- Source information -

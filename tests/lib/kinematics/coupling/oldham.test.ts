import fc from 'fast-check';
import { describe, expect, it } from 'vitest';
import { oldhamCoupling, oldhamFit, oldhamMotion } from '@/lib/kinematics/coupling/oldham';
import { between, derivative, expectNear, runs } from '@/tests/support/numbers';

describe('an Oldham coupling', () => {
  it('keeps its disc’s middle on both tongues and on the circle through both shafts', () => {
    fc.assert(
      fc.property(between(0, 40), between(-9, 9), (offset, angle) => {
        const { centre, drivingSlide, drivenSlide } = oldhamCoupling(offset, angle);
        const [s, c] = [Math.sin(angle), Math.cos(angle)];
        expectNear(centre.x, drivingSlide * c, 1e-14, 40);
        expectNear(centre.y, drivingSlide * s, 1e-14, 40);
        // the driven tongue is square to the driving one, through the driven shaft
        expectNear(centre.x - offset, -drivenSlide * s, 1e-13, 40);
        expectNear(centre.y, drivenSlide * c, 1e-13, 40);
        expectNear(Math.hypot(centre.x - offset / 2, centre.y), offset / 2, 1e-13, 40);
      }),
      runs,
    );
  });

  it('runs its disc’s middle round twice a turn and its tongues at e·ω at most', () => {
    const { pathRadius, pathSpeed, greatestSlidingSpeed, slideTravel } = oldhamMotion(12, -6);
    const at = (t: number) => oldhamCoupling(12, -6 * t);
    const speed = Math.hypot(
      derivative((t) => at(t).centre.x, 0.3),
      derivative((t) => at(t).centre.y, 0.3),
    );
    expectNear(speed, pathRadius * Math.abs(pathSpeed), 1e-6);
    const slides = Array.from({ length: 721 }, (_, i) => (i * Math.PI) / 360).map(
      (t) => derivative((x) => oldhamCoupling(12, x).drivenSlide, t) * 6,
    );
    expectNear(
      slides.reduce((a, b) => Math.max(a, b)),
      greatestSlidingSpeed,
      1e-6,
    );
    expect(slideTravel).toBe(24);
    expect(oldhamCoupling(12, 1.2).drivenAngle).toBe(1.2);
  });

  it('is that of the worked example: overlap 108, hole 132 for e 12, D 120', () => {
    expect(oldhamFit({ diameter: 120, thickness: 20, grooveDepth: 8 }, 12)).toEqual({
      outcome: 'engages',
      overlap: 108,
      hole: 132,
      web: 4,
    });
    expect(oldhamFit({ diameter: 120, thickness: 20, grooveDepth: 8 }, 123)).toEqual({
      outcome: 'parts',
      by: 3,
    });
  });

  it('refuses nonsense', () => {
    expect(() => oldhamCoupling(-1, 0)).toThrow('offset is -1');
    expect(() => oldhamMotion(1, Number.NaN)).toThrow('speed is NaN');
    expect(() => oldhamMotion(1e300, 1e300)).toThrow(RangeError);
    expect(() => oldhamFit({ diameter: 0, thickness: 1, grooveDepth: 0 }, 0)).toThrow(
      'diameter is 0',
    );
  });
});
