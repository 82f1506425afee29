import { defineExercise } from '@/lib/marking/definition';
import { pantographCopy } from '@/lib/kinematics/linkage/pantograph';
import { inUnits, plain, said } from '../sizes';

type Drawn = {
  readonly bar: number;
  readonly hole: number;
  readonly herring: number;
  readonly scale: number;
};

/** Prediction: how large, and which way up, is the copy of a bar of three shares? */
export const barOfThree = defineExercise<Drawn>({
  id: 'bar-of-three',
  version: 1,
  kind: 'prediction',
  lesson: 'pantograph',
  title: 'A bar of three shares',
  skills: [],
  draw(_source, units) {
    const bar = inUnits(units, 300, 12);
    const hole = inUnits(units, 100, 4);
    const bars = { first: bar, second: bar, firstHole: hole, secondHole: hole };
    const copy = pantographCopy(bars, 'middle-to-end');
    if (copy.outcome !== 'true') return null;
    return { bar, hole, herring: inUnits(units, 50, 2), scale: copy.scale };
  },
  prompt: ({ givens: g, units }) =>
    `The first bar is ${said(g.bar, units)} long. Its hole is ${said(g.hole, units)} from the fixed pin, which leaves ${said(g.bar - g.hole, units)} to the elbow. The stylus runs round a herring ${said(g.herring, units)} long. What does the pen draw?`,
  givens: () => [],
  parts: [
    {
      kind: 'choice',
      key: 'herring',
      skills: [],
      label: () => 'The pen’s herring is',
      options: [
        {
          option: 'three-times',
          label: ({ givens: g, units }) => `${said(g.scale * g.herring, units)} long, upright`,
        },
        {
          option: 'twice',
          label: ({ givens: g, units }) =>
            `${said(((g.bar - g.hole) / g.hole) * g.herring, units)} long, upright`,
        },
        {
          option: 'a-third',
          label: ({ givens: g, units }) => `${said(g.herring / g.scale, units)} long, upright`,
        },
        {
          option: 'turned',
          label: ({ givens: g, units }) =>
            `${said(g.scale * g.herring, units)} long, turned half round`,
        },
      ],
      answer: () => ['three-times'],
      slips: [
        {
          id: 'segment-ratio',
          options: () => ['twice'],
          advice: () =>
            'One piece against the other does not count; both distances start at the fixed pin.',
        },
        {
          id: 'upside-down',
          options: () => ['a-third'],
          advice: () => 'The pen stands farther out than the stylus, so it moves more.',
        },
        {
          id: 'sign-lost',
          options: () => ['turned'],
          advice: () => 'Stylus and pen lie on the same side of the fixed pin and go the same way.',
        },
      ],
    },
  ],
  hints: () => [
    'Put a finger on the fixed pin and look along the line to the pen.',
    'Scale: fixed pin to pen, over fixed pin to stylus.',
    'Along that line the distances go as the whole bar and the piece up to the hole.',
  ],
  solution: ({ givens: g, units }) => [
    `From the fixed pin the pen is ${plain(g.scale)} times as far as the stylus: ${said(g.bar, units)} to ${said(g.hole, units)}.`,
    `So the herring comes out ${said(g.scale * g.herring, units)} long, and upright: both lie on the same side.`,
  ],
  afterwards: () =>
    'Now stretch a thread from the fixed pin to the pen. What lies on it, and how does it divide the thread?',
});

...

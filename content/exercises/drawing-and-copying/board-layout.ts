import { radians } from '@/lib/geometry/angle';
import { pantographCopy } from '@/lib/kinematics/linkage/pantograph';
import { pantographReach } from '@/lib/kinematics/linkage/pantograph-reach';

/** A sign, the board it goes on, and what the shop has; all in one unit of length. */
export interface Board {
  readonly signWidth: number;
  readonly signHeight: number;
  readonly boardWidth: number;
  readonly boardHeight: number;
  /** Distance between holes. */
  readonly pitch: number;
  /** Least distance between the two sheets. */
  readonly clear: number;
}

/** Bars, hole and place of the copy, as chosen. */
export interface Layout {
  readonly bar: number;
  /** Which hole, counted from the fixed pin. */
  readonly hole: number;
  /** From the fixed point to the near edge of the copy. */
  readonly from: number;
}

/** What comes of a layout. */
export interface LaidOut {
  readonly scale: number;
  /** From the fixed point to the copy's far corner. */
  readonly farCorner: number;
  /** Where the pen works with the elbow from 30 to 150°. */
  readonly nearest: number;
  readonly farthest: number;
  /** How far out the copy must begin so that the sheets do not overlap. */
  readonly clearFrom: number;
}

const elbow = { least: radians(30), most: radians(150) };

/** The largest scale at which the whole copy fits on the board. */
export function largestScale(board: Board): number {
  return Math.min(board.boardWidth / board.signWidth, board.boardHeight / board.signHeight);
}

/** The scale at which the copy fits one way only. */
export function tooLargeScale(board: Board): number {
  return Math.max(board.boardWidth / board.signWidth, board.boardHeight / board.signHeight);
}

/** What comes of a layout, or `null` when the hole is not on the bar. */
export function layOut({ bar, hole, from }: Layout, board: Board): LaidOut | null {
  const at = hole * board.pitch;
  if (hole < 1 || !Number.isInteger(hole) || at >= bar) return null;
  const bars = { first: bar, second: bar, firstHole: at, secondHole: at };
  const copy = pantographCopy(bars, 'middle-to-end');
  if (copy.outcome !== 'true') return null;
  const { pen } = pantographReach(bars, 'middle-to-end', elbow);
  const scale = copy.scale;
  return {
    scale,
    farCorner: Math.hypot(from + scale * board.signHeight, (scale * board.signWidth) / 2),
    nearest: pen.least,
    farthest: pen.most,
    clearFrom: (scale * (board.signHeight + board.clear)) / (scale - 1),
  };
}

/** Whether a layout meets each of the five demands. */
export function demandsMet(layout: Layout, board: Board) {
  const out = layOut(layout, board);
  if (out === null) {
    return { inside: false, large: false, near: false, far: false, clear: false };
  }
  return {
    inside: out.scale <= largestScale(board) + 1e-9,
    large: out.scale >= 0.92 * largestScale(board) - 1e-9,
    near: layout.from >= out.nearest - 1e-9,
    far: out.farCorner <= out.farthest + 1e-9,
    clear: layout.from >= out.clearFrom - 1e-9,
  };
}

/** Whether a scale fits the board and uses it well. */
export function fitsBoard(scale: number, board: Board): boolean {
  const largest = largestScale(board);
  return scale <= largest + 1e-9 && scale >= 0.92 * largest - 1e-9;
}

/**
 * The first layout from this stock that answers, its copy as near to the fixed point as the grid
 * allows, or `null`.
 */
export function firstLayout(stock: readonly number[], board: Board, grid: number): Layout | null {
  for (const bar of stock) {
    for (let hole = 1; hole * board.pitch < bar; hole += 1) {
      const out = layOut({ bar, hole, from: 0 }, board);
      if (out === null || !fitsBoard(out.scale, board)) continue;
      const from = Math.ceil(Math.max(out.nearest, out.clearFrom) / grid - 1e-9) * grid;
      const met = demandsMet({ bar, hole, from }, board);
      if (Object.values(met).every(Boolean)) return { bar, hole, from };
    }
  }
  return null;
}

...

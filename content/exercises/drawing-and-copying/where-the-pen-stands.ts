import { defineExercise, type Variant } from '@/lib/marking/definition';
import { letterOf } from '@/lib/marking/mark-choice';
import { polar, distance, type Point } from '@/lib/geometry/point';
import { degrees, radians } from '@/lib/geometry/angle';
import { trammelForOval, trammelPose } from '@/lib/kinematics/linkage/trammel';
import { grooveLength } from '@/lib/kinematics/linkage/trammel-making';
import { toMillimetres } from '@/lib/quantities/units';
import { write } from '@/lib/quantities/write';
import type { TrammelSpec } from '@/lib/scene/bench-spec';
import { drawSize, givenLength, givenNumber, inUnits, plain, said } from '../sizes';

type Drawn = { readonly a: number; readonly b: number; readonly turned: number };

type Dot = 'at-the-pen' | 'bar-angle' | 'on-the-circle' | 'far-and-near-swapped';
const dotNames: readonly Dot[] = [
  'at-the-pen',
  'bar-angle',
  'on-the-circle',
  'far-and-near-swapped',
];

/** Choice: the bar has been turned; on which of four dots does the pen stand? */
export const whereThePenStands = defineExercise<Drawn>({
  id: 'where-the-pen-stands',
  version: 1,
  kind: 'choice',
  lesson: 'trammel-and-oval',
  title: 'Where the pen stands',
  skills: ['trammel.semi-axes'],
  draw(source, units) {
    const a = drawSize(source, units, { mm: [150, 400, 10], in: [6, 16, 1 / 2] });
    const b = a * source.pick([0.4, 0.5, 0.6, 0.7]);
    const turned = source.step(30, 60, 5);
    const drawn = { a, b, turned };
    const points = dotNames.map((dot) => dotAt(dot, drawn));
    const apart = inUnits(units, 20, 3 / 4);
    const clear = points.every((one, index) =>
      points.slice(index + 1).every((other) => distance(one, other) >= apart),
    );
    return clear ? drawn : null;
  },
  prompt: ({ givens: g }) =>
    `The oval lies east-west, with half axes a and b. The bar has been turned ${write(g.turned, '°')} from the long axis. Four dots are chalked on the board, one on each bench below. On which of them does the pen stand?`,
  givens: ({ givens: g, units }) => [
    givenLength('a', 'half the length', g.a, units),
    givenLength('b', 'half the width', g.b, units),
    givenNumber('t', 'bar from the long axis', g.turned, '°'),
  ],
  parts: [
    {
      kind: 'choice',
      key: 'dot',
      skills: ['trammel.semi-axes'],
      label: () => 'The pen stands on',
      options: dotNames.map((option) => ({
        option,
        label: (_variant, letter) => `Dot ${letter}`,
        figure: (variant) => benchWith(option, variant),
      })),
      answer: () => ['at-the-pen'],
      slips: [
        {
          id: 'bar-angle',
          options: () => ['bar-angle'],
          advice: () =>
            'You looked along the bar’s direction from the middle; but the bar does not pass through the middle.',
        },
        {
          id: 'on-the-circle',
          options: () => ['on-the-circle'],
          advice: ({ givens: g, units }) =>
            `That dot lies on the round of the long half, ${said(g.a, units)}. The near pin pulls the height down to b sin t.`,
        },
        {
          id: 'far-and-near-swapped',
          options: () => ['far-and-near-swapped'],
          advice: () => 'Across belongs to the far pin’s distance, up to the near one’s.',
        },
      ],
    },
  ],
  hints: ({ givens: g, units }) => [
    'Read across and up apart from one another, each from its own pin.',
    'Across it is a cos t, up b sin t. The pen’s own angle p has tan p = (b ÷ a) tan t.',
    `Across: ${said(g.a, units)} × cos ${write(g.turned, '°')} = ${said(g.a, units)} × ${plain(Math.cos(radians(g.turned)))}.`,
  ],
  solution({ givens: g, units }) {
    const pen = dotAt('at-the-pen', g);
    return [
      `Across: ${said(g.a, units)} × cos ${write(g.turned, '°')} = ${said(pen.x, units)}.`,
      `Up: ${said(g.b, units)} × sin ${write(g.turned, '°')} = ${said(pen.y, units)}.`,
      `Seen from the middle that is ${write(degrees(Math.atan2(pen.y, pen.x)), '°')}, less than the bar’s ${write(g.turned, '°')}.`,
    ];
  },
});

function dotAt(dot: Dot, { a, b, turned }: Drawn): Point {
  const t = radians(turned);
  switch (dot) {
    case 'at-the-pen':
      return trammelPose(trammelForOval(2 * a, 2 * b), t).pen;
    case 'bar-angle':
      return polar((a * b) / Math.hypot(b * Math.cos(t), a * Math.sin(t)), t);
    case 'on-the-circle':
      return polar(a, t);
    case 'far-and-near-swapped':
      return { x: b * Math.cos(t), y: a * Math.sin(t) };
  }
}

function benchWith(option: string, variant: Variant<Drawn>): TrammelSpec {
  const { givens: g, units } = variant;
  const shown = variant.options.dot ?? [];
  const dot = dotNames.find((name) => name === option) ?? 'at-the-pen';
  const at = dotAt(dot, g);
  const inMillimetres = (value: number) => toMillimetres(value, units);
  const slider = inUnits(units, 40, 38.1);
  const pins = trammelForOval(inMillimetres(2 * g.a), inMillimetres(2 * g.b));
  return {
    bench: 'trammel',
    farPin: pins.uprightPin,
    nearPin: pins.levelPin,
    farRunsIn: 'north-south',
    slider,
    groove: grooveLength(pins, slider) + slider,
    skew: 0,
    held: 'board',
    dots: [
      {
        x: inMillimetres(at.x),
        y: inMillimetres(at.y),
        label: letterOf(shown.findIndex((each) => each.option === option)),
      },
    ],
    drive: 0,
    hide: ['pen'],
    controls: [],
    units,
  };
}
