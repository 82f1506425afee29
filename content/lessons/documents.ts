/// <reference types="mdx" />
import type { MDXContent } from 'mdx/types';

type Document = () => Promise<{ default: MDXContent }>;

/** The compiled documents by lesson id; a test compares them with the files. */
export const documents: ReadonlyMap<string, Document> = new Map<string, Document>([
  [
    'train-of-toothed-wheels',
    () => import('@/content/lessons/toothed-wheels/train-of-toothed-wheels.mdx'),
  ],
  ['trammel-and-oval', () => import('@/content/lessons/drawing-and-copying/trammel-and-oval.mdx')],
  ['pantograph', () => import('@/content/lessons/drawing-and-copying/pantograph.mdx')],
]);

- Exercise description -
Starting with the line that holds "filename tests/lib/kinematics/coupling/oldham.test.ts" and ending with the line that holds "describe('an Oldham coupling', ()", retype every line in the data above exactly, and nothing else.

- Expected output -
filename tests/lib/kinematics/coupling/oldham.test.ts
import fc from 'fast-check';
import { describe, expect, it } from 'vitest';
import { oldhamCoupling, oldhamFit, oldhamMotion } from '@/lib/kinematics/coupling/oldham';
import { between, derivative, expectNear, runs } from '@/tests/support/numbers';

describe('an Oldham coupling', () => {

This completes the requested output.